ARTICLE 13. FORCE MAJEURE
9.1. Situations that do not exist or are not foreseen at the date of signing of the contract, that develop outside the control of the parties, that make it impossible for one or both of the parties to fulfill their obligations and responsibilities under the contract, partially or completely, or to fulfill them on time, shall be considered as force majeure (natural disaster, war, terrorism, insurrection, changing legislation provisions, confiscation or strike, lockout, significant failure in production and communication facilities, etc.). The party to the other party that took place in the person of force majeure situation shall notify immediately and in writing.
9.2. During the continuation of the force majeure, the parties shall not have any responsibility for their failure to fulfill their obligations. If this force majeure situation continues for 30 (thirty) days, each of the parties shall have the right to unilaterally terminate.
ARTICLE 14. AUTHORIZED COURTS AND ENFORCEMENT OFFICES IN CASE OF DISPUTE
Provincial and District Consumer Arbitration Committees within the monetary limits determined and announced every year by the Ministry of Customs and Trade are authorized in disputes that may arise from this Contract, and Consumer Courts are authorized in cases exceeding these limits. In this context, the BUYER may apply to the ISTANBUL Arbitration Committees and Consumer Courts at the place of residence of the BUYER or the SELLER.

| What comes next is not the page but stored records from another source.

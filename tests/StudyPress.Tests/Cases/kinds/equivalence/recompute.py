"""Run with a python3 that has scipy (e.g. /usr/bin/python3 recompute.py > reference.json).

Recomputes the equivalence golden case's values with scipy.stats.t (not a published source).

Data: data/prc471.csv (NIST/SEMATECH e-Handbook 7.4.7.1). The standard error of a difference is
sqrt(MSE (1/n_a + 1/n_b)) on the one-way anova's residual df; the interval is the (1 - 2 alpha)
t interval; p_lower = P(T >= (d - low)/se), p_upper = P(T <= (d - high)/se), p = the larger.
Prints reference.json's checks.
"""
import csv
import json
from fractions import Fraction
from pathlib import Path

from scipy.stats import t as student_t

here = Path(__file__).parent
groups = {}
with open(here / "data" / "prc471.csv", newline="") as f:
    for row in csv.DictReader(f):
        groups.setdefault(row["level"], []).append(Fraction(row["value"]))

alpha = 0.05
mean = {k: sum(v) / len(v) for k, v in groups.items()}
sse = sum(sum((x - mean[k]) ** 2 for x in v) for k, v in groups.items())
df = sum(len(v) for v in groups.values()) - len(groups)
mse = sse / df
source = "recomputed with scipy.stats.t (recompute.py; exact fractions for means and MSE)"


def tost(a, b, low, high):
    d = mean[a] - mean[b]
    se = float(mse * (Fraction(1, len(groups[a])) + Fraction(1, len(groups[b])))) ** 0.5
    q = student_t.ppf(1 - alpha, df)
    out = {"diff": float(d), "se": se, "ci_low": float(d) - q * se, "ci_high": float(d) + q * se}
    if low is not None:
        out["p_lower"] = student_t.sf((float(d) - low) / se, df)
    if high is not None:
        out["p_upper"] = student_t.cdf((float(d) - high) / se, df)
    out["p"] = max(out[k] for k in ("p_lower", "p_upper") if k in out)
    return out


checks = []
for block, (a, b), low, high in [
    ("same", ("4", "1"), -2.0, 2.0),
    ("against", ("2", "1"), -1.5, 1.5),
    ("against", ("3", "1"), -1.5, 1.5),
    ("against", ("4", "1"), -1.5, 1.5),
    ("noninf", ("4", "1"), -1.0, None),
]:
    for stat, value in tost(a, b, low, high).items():
        checks.append({"path": f'{block}.equivalence.level."{a}"."{b}".{stat}', "published": f"{value:.10g}", "status": source})

print(json.dumps({"source": "NIST/SEMATECH e-Handbook 7.4.7.1 data (prc471); no published equivalence test of these data: values " + source, "checks": checks}, indent=2))
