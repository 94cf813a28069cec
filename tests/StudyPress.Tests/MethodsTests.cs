using System.Globalization;
using System.Net;
using System.Runtime.CompilerServices;
using System.Text;
using System.Text.RegularExpressions;
using StudyPress.Evaluation;
using StudyPress.Tests.Support;
using StudyPress.Rendering;

namespace StudyPress.Tests;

ARTICLE 15. DECLARATION OF ACCEPTANCE AND APPROVAL
The BUYER accepts and declares that they have read all the conditions and explanations written in this Contract and the Order-Contract Pre-Information that forms an integral part of the Website, that they have prior knowledge of all matters including the basic characteristics-qualities of the Product(s) subject to sale, sales price, payment method, delivery conditions, all other preliminary information-notifications and right of withdrawal related to the SELLER and the Product subject to sale, that they have seen all of them on the Website electronically, that they have read them, that they accept their content, and that they accept the provisions of this Contract by giving confirmation-approval-acceptance-permission in electronic environment to all of them.
I have read, accepted and approved the Distance Sales Contract.